Please write each record out again word for word.

[Saved entries]
--- --- ---
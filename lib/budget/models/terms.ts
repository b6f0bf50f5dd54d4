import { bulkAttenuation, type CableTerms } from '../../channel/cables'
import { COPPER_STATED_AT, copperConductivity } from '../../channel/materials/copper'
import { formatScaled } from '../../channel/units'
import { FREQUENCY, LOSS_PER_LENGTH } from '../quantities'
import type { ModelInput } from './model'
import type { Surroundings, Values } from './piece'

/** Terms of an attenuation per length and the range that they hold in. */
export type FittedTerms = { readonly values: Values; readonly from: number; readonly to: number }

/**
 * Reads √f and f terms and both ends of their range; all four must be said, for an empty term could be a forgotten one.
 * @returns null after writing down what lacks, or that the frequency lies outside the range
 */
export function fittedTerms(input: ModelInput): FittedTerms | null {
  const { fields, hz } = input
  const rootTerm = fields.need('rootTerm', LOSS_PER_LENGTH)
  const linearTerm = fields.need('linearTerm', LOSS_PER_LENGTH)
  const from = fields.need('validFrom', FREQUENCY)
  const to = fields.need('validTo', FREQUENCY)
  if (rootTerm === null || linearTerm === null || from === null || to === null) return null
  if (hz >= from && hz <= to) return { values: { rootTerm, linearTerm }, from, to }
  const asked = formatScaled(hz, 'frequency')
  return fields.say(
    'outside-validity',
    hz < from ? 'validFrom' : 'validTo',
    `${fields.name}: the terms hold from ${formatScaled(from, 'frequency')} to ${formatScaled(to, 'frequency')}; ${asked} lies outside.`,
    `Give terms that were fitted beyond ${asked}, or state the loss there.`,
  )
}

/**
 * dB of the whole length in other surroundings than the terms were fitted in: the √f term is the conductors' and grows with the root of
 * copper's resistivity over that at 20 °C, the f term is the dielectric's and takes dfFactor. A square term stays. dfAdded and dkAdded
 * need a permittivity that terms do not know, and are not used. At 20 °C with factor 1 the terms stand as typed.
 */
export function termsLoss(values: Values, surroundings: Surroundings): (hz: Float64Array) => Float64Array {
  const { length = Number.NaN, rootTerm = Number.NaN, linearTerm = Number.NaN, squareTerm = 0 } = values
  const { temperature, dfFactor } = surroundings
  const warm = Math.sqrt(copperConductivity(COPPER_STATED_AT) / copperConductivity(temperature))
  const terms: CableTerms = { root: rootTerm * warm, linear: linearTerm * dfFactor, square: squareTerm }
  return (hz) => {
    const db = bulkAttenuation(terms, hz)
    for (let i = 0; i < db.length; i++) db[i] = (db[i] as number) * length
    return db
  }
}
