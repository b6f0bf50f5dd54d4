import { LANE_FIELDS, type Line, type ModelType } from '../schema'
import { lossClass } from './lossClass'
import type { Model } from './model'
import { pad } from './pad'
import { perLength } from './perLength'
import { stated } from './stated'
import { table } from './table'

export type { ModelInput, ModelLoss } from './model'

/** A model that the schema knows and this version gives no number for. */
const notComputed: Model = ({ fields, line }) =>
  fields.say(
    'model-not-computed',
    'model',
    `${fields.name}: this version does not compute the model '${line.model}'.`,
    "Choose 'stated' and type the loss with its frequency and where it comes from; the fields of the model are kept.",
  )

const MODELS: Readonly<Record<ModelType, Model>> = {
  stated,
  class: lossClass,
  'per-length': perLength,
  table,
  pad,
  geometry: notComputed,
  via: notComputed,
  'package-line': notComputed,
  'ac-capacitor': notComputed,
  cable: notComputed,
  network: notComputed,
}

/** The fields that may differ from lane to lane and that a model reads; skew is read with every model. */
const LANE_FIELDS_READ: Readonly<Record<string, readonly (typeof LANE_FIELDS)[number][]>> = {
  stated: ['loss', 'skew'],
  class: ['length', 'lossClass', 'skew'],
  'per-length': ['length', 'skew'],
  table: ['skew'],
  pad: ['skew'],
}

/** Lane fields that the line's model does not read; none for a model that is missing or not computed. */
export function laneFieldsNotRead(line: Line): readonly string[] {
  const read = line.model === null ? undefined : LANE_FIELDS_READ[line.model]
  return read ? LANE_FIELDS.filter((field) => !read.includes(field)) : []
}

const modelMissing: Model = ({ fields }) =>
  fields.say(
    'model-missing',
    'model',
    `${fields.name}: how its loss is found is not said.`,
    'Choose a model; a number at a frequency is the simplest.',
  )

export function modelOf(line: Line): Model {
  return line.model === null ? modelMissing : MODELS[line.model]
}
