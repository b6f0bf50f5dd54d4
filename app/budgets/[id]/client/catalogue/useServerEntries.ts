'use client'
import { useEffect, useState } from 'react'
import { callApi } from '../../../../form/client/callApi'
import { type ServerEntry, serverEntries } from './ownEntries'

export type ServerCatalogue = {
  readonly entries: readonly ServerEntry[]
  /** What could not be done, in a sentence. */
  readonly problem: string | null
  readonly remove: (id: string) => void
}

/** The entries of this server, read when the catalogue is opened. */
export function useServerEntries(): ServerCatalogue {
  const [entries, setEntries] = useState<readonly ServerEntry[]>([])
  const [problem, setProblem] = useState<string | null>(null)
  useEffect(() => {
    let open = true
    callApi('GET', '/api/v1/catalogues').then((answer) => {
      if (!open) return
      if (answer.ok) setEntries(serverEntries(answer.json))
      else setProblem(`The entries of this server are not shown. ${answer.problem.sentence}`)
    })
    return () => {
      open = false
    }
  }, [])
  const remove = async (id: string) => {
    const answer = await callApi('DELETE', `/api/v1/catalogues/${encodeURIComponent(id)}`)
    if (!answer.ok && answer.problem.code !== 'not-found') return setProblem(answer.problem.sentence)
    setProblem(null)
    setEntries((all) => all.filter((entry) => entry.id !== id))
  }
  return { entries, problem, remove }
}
--- --- ---
WRITTEN RESPONSE
filename lib/budget/models/terms.ts
repository b6f0bf50f5dd54d4
import { bulkAttenuation, type CableTerms } from '../../channel/cables'
import { COPPER_STATED_AT, copperConductivity } from '../../channel/materials/copper'
import { formatScaled } from '../../channel/units'
import { FREQUENCY, LOSS_PER_LENGTH } from '../quantities'
import type { ModelInput } from './model'
import type { Surroundings, Values } from './piece'

/** Terms of an attenuation per length and the range that they hold in. */
export type FittedTerms = { readonly values: Values; readonly from: number; readonly to: number }

/**
 * Reads √f and f terms and both ends of their range; all four must be said, for an empty term could be a forgotten one.
 * @returns null after writing down what lacks, or that the frequency lies outside the range
 */
export function fittedTerms(input: ModelInput): FittedTerms | null {
  const { fields, hz } = input
  const rootTerm = fields.need('rootTerm', LOSS_PER_LENGTH)
  const linearTerm = fields.need('linearTerm', LOSS_PER_LENGTH)
  const from = fields.need('validFrom', FREQUENCY)
  const to = fields.need('validTo', FREQUENCY)
  if (rootTerm === null || linearTerm === null || from === null || to === null) return null
  if (hz >= from && hz <= to) return { values: { rootTerm, linearTerm }, from, to }
  const asked = formatScaled(hz, 'frequency')
  return fields.say(
    'outside-validity',
    hz < from ? 'validFrom' : 'validTo',
    `${fields.name}: the terms hold from ${formatScaled(from, 'frequency')} to ${formatScaled(to, 'frequency')}; ${asked} lies outside.`,
    `Give terms that were fitted beyond ${asked}, or state the loss there.`,
  )
}

/**
 * dB of the whole length in other surroundings than the terms were fitted in: the √f term is the conductors' and grows with the root of
 * copper's resistivity over that at 20 °C, the f term is the dielectric's and takes dfFactor. A square term stays. dfAdded and dkAdded
 * need a permittivity that terms do not know, and are not used. At 20 °C with factor 1 the terms stand as typed.
 */
export function termsLoss(values: Values, surroundings: Surroundings): (hz: Float64Array) => Float64Array {
  const { length = Number.NaN, rootTerm = Number.NaN, linearTerm = Number.NaN, squareTerm = 0 } = values
  const { temperature, dfFactor } = surroundings
  const warm = Math.sqrt(copperConductivity(COPPER_STATED_AT) / copperConductivity(temperature))
  const terms: CableTerms = { root: rootTerm * warm, linear: linearTerm * dfFactor, square: squareTerm }
  return (hz) => {
    const db = bulkAttenuation(terms, hz)
    for (let i = 0; i < db.length; i++) db[i] = (db[i] as number) * length
    return db
  }
}
repository b6f0bf50f5dd54d4
import { LANE_FIELDS, type Line, type ModelType } from '../schema'
import { lossClass } from './lossClass'
import type { Model } from './model'
import { pad } from './pad'
import { perLength } from './perLength'
import { stated } from './stated'
import { table } from './table'

export type { ModelInput, ModelLoss } from './model'

/** A model that the schema knows and this version gives no number for. */
const notComputed: Model = ({ fields, line }) =>
  fields.say(
    'model-not-computed',
    'model',
    `${fields.name}: this version does not compute the model '${line.model}'.`,
    "Choose 'stated' and type the loss with its frequency and where it comes from; the fields of the model are kept.",
  )

const MODELS: Readonly<Record<ModelType, Model>> = {
  stated,
  class: lossClass,
  'per-length': perLength,
  table,
  pad,
  geometry: notComputed,
  via: notComputed,
  'package-line': notComputed,
  'ac-capacitor': notComputed,
  cable: notComputed,
  network: notComputed,
}

/** The fields that may differ from lane to lane and that a model reads; skew is read with every model. */
const LANE_FIELDS_READ: Readonly<Record<string, readonly (typeof LANE_FIELDS)[number][]>> = {
  stated: ['loss', 'skew'],
  class: ['length', 'lossClass', 'skew'],
  'per-length': ['length', 'skew'],
  table: ['skew'],
  pad: ['skew'],
}

/** Lane fields that the line's model does not read; none for a model that is missing or not computed. */
export function laneFieldsNotRead(line: Line): readonly string[] {
  const read = line.model === null ? undefined : LANE_FIELDS_READ[line.model]
  return read ? LANE_FIELDS.filter((field) => !read.includes(field)) : []
}

const modelMissing: Model = ({ fields }) =>
  fields.say(
    'model-missing',
    'model',
    `${fields.name}: how its loss is found is not said.`,
    'Choose a model; a number at a frequency is the simplest.',
  )

export function modelOf(line: Line): Model {
  return line.model === null ? modelMissing : MODELS[line.model]
}
repository b6f0bf50f5dd54d4
filename app/budgets/[id]/client/catalogue/useServerEntries.ts
'use client'
import { useEffect, useState } from 'react'
import { callApi } from '../../../../form/client/callApi'
import { type ServerEntry, serverEntries } from './ownEntries'

export type ServerCatalogue = {
  readonly entries: readonly ServerEntry[]
  /** What could not be done, in a sentence. */
  readonly problem: string | null
  readonly remove: (id: string) => void
}

/** The entries of this server, read when the catalogue is opened. */
export function useServerEntries(): ServerCatalogue {
  const [entries, setEntries] = useState<readonly ServerEntry[]>([])
  const [problem, setProblem] = useState<string | null>(null)
  useEffect(() => {
    let open = true
    callApi('GET', '/api/v1/catalogues').then((answer) => {
      if (!open) return
      if (answer.ok) setEntries(serverEntries(answer.json))
      else setProblem(`The entries of this server are not shown. ${answer.problem.sentence}`)
    })
    return () => {
      open = false
    }
  }, [])
  const remove = async (id: string) => {
    const answer = await callApi('DELETE', `/api/v1/catalogues/${encodeURIComponent(id)}`)
    if (!answer.ok && answer.problem.code !== 'not-found') return setProblem(answer.problem.sentence)
    setProblem(null)
    setEntries((all) => all.filter((entry) => entry.id !== id))
  }
  return { entries, problem, remove }
}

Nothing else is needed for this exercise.